EBORACUM Baroque will return to the online platform on January 23 with Fairest Isle: Music from the 17th and 18th century England.
The 7pm streamed concert was recorded in October at King’s Ely, a school in Cambridgeshire, when the York ensemble was able to film with no Coronavirus lockdown in place.
Performing that autumn day were Elen Lloyd Roberts, soprano; Miriam Monaghan, recorder; Chris Parsons, trumpet; Miri Nohl, cello, and Laurence Lyndon Jones, harpsichord.
Founder Chris Parsons says: “We’re determined to keep going and provide support to young freelance musicians in these challenging times. We’re also very keen to continue to offer exciting new digital content for our audiences who we wish we could perform to in person.”
Looking forward to the January 23 stream, Chris says: “We’ll take the online audience back to 17th and 18th century England, featuring some of the great composers of the day, particularly Henry Purcell, who was held in such high regard at the time.
“The programme includes some of Purcell’s big hits from the London stage, productions that had never been seen in England until now – it must have been pretty amazing!
“Purcell’s stage works of the 1690s were huge spectacles with elaborate Italian stagecraft, and we’ve picked music from The Fairy Queen, an adaptation of Shakespeare’s A Midsummer Night’s Dream and the patriotic King Arthur.”
What else? “Music and musicians from Europe flooded London at this time and Italianate music was very much in vogue,” says Chris. “So we’ll feature a virtuosic recorder concerto by Sammartini, who made his name in 18th century London, and a Vivaldi sonata, alongside British composers, including John Blow and an overture featuring the trumpet by William Croft.”
Summing up that period of music-making, Chris says: “One of Ely’s famous sons, Oliver Cromwell, played a major part in shutting the theatres and not allowing concerts earlier on in the 17th century, so it was an amazing melting pot of music-making in London when Charles II returned to the throne, and for composers like Purcell an amazing place and time to be writing such brilliant music.”’
Taking concerts online amid the strictures of the Covid-19 pandemic has been a fruitful new avenue for Parsons and his fellow musicians. “Our virtual winter season was a success, when we streamed A Baroque Christmas, recorded at Wimpole Church and Wimpole Hall in our second home of Cambridge, on December 12.
“We feel incredibly lucky to have filmed the Fairest Isle concert back in October while we were able to be together, and we have some virtual projects in the pipeline for 2021.
“These include a 17th century pub concert – with beer tasting from a local brewer – coming up in February, which we hope will be an exciting online experience for our audience too.

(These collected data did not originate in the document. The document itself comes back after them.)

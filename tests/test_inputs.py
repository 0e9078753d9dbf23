"""Hostile and mistaken input files, output places and the text the CLI prints.

Every hostile file goes through the real command line (``chiropt.cli.main``): exit code 2,
one line on stderr naming the limit or key, no traceback.
"""

from __future__ import annotations

import json
import re
from pathlib import Path

import numpy as onp
import pytest

from chiropt.cli import GRID_RANGE, main
from chiropt.design import design_from_dict, file_safe_name, load_design
from chiropt.yamlio import MAX_ITEMS, parse_yaml

ROOT = Path(__file__).resolve().parents[1]
CONFIGS = ROOT / "configs"


def _run(argv, capsys):
    code = main([str(a) for a in argv])
    out, err = capsys.readouterr()
    return code, out, err


def _one_line_refusal(argv, capsys, *fragments):
    code, _, err = _run(argv, capsys)
    assert code == 2, err
    lines = [ln for ln in err.splitlines() if ln.strip()]
    assert len(lines) == 1, err
    assert "Traceback" not in err
    for frag in fragments:
        assert frag in lines[0], lines[0]
    return lines[0]


def _alias_bomb() -> str:
    rows = ['a0: &a0 ["x", "x", "x", "x", "x", "x", "x", "x", "x"]']
    for i in range(1, 10):
        rows.append(f"a{i}: &a{i} [" + ", ".join([f"*a{i - 1}"] * 9) + "]")
    return "\n".join(rows) + "\n"


HOSTILE = {
    # name: (bytes of the file, fragment of the one-line message)
    "binary": (bytes(range(256)) * 8, "binary file"),
    "latin-1": ("name: caf\xe9\n".encode("latin-1"), "not UTF-8"),
    "deep-list": (("a: " + "[" * 5000 + "]" * 5000 + "\n").encode(), "nesting depth"),
    "deep-map": (("a: " + "{b: " * 5000 + "1" + "}" * 5000 + "\n").encode(), "nesting depth"),
    "alias-bomb": (_alias_bomb().encode(), "expanded size"),
    "huge-list": (("a: [" + ",".join(["0"] * 5_000_000) + "]\n").encode(), "file size"),
    "long-list": (("a: [" + ",".join(["0"] * (MAX_ITEMS + 5)) + "]\n").encode(), "list length"),
    "python-tag": (b"name: !!python/name:os.system\n", "python/name"),
    "python-object": (b"name: !!python/object/apply:os.system [ls]\n", "not allowed"),
    "unknown-tag": (b"name: !foo bar\n", "'!foo' is not allowed"),
}


@pytest.mark.parametrize("kind", sorted(HOSTILE))
@pytest.mark.parametrize("command", ["evaluate", "run"])
def test_hostile_file_is_one_line_exit_2(tmp_path, capsys, kind, command):
    # common practice, no source: bounded parsing of untrusted files (YAML 1.2.2, sec. 3.2.2
    # on aliases; the billion-laughs expansion)
    data, fragment = HOSTILE[kind]
    path = tmp_path / f"{kind}.yaml"
    path.write_bytes(data)
    _one_line_refusal([command, path], capsys, fragment, str(path))


def test_goal_check_refuses_hostile_file(tmp_path, capsys):
    path = tmp_path / "g.yaml"
    path.write_bytes(HOSTILE["alias-bomb"][0])
    _one_line_refusal(["goal", "--check", path], capsys, "expanded size")


@pytest.mark.parametrize("text, expected", [
    ("1e-5", 1e-5), ("1e9", 1e9), ("-2E3", -2000.0), ("+3e+2", 300.0), ("1.0e-8", 1e-8),
    (".5e1", 5.0), ("2.5", 2.5), ("7", 7),
])
def test_exponent_numbers_are_floats(text, expected):
    # YAML 1.2.2 core schema, sec. 10.3.2: [-+]?(\.[0-9]+|[0-9]+(\.[0-9]*)?)([eE][-+]?[0-9]+)?
    value = parse_yaml(f"x: {text}\n")["x"]
    assert value == expected and type(value) is type(expected)


@pytest.mark.parametrize("text", ["e5", "1e", "abc", "1_0e5x"])
def test_non_numbers_stay_strings(text):
    # YAML 1.2.2 core schema, sec. 10.3.2 (these do not match the float pattern)
    assert isinstance(parse_yaml(f"x: {text}\n")["x"], str)


def test_exponent_in_design_file(tmp_path):
    # YAML 1.2.2 core schema, sec. 10.3.2
    path = tmp_path / "d.yaml"
    path.write_text("lattice: {kind: square, period_nm: 4.2e2}\n"
                    "particles: [{shape: sphere, radius_nm: 75, material: Si}]\n"
                    "illumination: {wavelength_nm: 7e2}\nmodel: {tolerance: 1e-9}\n")
    d = load_design(path)
    assert d.tolerance == pytest.approx(1e-9)
    assert d.illumination.wavelength_nm == (700.0,)


def _design(tmp_path, **over) -> Path:
    base = {"name": "t", "lattice": {"kind": "square", "period_nm": 420},
            "particles": [{"shape": "sphere", "radius_nm": 75, "material": "Si"}],
            "illumination": {"wavelength_nm": 700}}
    base.update(over)
    path = tmp_path / "d.yaml"
    path.write_text(json.dumps(base))  # JSON is YAML
    return path


def test_wavelength_outside_material_names_both_keys(tmp_path, capsys):
    # common practice, no source; Green 2008 silicon data end at 1450 nm
    path = _design(tmp_path, illumination={"wavelength_nm": 3000})
    _one_line_refusal(["evaluate", path], capsys, "illumination.wavelength_nm",
                      "particles[0].material")


def test_goal_wavelength_outside_material_names_at_nm(tmp_path, capsys):
    # common practice, no source
    text = (CONFIGS / "quickstart.yaml").read_text().replace("at_nm: 700", "at_nm: 5000")
    path = tmp_path / "g.yaml"
    path.write_text(text)
    _one_line_refusal(["goal", "--check", path], capsys, "objectives[0].at_nm", "material")


def test_small_period_names_period(tmp_path, capsys):
    # common practice, no source
    path = _design(tmp_path, lattice={"kind": "square", "period_nm": 100})
    _one_line_refusal(["evaluate", path], capsys, "particles[0].radius_nm", "lattice.period_nm")


@pytest.mark.parametrize("argv, fragment", [
    (["evaluate", CONFIGS / "quickstart.yaml"], "this is a goal file"),
    (["inspect", CONFIGS / "quickstart.yaml", "--at-nm", "700"], "this is a goal file"),
    (["goal", "--check", CONFIGS / "quickstart-design.yaml"], "this is a design file"),
    (["run", CONFIGS / "near-field-design.yaml"], "this is a design file"),
])
def test_goal_and_design_files_recognised(capsys, argv, fragment):
    # common practice, no source
    _one_line_refusal(argv, capsys, fragment)


@pytest.mark.parametrize("extra, option", [
    (["--fields", "/nonexistent/x.npz"], "--fields"),
    (["--out", "/proc/x"], "--out"),
])
def test_unwritable_evaluate_outputs(capsys, extra, option):
    # common practice, no source
    line = _one_line_refusal(["evaluate", CONFIGS / "near-field-design.yaml", *extra], capsys,
                             option)
    assert extra[1] in line


@pytest.mark.parametrize("option, path", [("--gds", "/nonexistent/x.gds"),
                                          ("--setup", "/nonexistent/x.json")])
def test_unwritable_export_outputs(capsys, option, path):
    # common practice, no source
    _one_line_refusal(["export", CONFIGS / "quickstart-design.yaml", option, path], capsys,
                      option, path)


def test_unwritable_inspect_output(capsys):
    # common practice, no source
    _one_line_refusal(["inspect", CONFIGS / "near-field-design.yaml", "--at-nm", "700",
                       "--out", "/proc/x"], capsys, "--out", "/proc/x")


@pytest.mark.parametrize("command", [["evaluate"], ["inspect", "--at-nm", "700"]])
@pytest.mark.parametrize("grid", [1, 5000])
def test_grid_range_same_for_evaluate_and_inspect(tmp_path, capsys, command, grid):
    # common practice, no source
    extra = ["--fields", tmp_path / "f.npz"] if command == ["evaluate"] else []
    _one_line_refusal([command[0], CONFIGS / "near-field-design.yaml", *command[1:], *extra,
                       "--grid", grid], capsys, "--grid", f"[{GRID_RANGE[0]}, {GRID_RANGE[1]}]")


@pytest.mark.parametrize("label, expected", [
    ("café", "cafe"), ("../x", "x"), ("a/b c", "a_b_c"), ("..", "design"), ("日本", "design"),
    ("quickstart-Si", "quickstart-Si"),
])
def test_file_safe_name(label, expected):
    # common practice, no source: portable file names (POSIX portable filename character set)
    assert file_safe_name(label) == expected


def test_changed_run_name_is_noted(tmp_path, capsys):
    # common practice, no source
    text = (CONFIGS / "quickstart.yaml").read_text().replace("name: quickstart", "name: ../évil")
    path = tmp_path / "g.yaml"
    path.write_text(text)
    from chiropt.goals import load_goal

    goals = load_goal(path)
    assert all("/" not in g.run_name and not g.run_name.startswith(".") for g in goals)
    assert all("note: run folder named" in g.name_note for g in goals)


# ------------------------------------------------------------------ shipped examples

def _readme_design(uncomment: bool) -> dict:
    text = (ROOT / "README.md").read_text()
    block = text.split("```yaml\n", 1)[1].split("```", 1)[0]
    if uncomment:
        block = re.sub(r"^  # (- \{shape: (cylinder|spheroid).*)$", r"  \1", block, flags=re.M)
        block = re.sub(r"^  #(    position_nm.*)$", r"  \1", block, flags=re.M)
    return parse_yaml(block)


def _shipped(name: str):
    if name.startswith("README"):
        return design_from_dict(_readme_design(name.endswith("solids")), base_dir=ROOT)
    if name.startswith("quickstart.yaml"):
        from chiropt.goals import load_goal

        return {g.material: g.design for g in load_goal(CONFIGS / "quickstart.yaml")}[
            name.split(":")[1]]
    return load_design(CONFIGS / name)


@pytest.mark.parametrize("name, wavelengths", [
    ("quickstart-design.yaml", [560.0, 650.0, 760.0, 890.0]),
    ("near-field-design.yaml", [560.0, 650.0, 760.0, 890.0]),
    ("README", [560.0, 650.0, 760.0, 890.0]),
    ("README-with-solids", [600.0, 800.0]),
    ("quickstart.yaml:Si", [700.0]),
    ("quickstart.yaml:Ag", [700.0]),
])
def test_shipped_examples_valid_at_their_model(name, wavelengths):
    # common practice, no source: one more multipole order changes no reported quantity by
    # more than the tool's own validity tolerance
    from chiropt.model import validity
    from chiropt.response import VALIDITY_TOLERANCE

    design = _shipped(name).with_wavelengths(wavelengths)
    check = validity(design)
    assert check["worst"] < VALIDITY_TOLERANCE, check["change"]


def test_readme_solids_line_is_a_valid_design():
    # common practice, no source: the commented cylinder/spheroid lines work when uncommented
    data = _readme_design(uncomment=True)
    shapes = [p["shape"] for p in data["particles"]]
    assert "cylinder" in shapes and "spheroid" in shapes
    design_from_dict(data, base_dir=ROOT)


# ------------------------------------------------------------------ what the user reads

@pytest.fixture(scope="module")
def text_report(tmp_path_factory):
    folder = tmp_path_factory.mktemp("text")
    path = folder / "nf.yaml"
    path.write_text("name: nf\nlattice: {kind: square, period_nm: 420}\n"
                    "particles: [{shape: sphere, radius_nm: 60, material: Si}]\n"
                    "region: {kind: plane, height_nm: 10}\n"
                    "illumination: {wavelength_nm: {start: 600, stop: 800, points: 40}}\n")
    return path, folder


def test_text_validity_orders_and_subset(text_report, capsys):
    # common practice, no source
    path, folder = text_report
    code, out, err = _run(["evaluate", path, "--validity", "--at-nm", "700", "--out", folder],
                          capsys)
    assert code == 0, err
    assert "DOCP(+1)" in out and "DOCP(-1)" in out
    assert re.search(r"\b\d+ of 40 wavelengths shown; --json for all", out)
    assert "validity: change of each quantity" in out
    for q in ("R+1", "T-1", "u", "g", "docp+1", "docp-1"):
        assert re.search(rf"^\s+{re.escape(q)}\s", out, flags=re.M), q
    assert "diffraction orders at 700 nm" in out
    assert re.search(r"^\s+\(0,0\)\s+propagating", out, flags=re.M)


def test_json_has_particle_absorption_conserving_energy(tmp_path, capsys):
    # energy conservation: without substrate or films the particles absorb all that is
    # absorbed, so A_particles = A = 1 - R - T (Bohren & Huffman 1983, sec. 3.4)
    path = _design(tmp_path, particles=[{"shape": "sphere", "radius_nm": 60,
                                         "material": {"n": 3.5, "k": 0.2}}],
                   illumination={"wavelength_nm": [600, 700, 800]})
    code, out, err = _run(["evaluate", path, "--json"], capsys)
    assert code == 0, err
    data = json.loads(out)
    for h in ("+1", "-1"):
        a_p = onp.asarray(data["A_particles"][h], float)
        assert onp.all(a_p > 1e-3)
        assert onp.allclose(a_p, data["A"][h], rtol=1e-6, atol=1e-9)


def test_explain_is_user_text_only(capsys):
    # common practice, no source
    code, out, _ = _run(["goal", "--explain"], capsys)
    assert code == 0
    assert out.startswith("Goal file reference")
    assert "Owns:" not in out and "Must not import" not in out


def test_materials_has_header(capsys):
    # common practice, no source
    code, out, _ = _run(["materials"], capsys)
    assert code == 0
    assert out.splitlines()[0].split()[:3] == ["name", "database", "entry"]


@pytest.mark.parametrize("n, text", [(0, "0 designs"), (1, "1 design"), (2, "2 designs")])
def test_plural(n, text):
    # common practice, no source (English plural)
    from chiropt.cli import _count

    assert _count(n, "design") == text


def test_inspect_names_and_warnings(tmp_path, capsys):
    # common practice, no source: no doubled words in file names
    design = tmp_path / "d.yaml"
    design.write_text((CONFIGS / "near-field-design.yaml").read_text()
                      .replace("name: si-on-silica-near-field", "name: a/near-field")
                      .replace("points: 71", "points: 3"))
    code, out, err = _run(["inspect", design, "--at-nm", "700", "--out", tmp_path / "o",
                           "--grid", 8], capsys)
    assert code == 0, err
    names = [Path(p).name for p in out.split()]
    assert "a_near-field-spectra.png" in names
    assert not any("near-field-near-field" in n for n in names)
    assert all((tmp_path / "o" / n).exists() for n in names)
    assert "file names use 'a_near-field'" in err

“We’ll be embracing technology again for that one, recording parts individually and then sticking them all together. All being well, we also hope to film a concert in York in March but it’s hard to plan for the future.”
The Fairest Isle concert will be premiered on youtube.com/eboracumbaroque and at facebook.com/eboracumbaroque. “We’re very keen to make our concerts accessible to all, so whether you are new to baroque music or a regular watcher of early music, we hope there is something for everyone,” says Chris.
“We introduce each piece with a background of the composer and the history of the piece to set the scene.
“So, on January 23, we invite you to sit back, relax and enjoy this varied and energetic programme from the comfort of your own home.”
The programme for Fairest Isle: Music from the 17th and 18th century England:
Hark The Echoing Air from The Fairy Queen, Henry Purcell (1659 -1695);
Recorder Concerto in F Major, Sammartini (1700 – 1775);
I Allegro, II Siciliano, III Allegro Assai;
Sweeter Than Roses from Pausanias, The Betrayer Of His Country, Henry Purcell; Overture from With Noise Of Cannon, William Croft (1678 – 1727);
I Moderato, II Allegro, III Adagio, IV Allegro;
Music For A While from Oedipus, Henry Purcell;
Cello Sonata in Bb Major, Antonio Vivaldi;
I Largo, II Allegro, III Largo, IV Allegro;
Lovely Selina from The Princess Of Cleve, John Blow (1649 – 1708);
Two movements from The Division Flute, Anon;
I, Readings Ground, II, A Division On A Ground;
Fairest Isle from King Arthur, Henry Purcell.
Did you know?
EBORACUM Baroque is an ensemble of young professional singers and instrumentalists, formed in 2012 by Chris Parsons at the University of York and the Royal College of Music, London.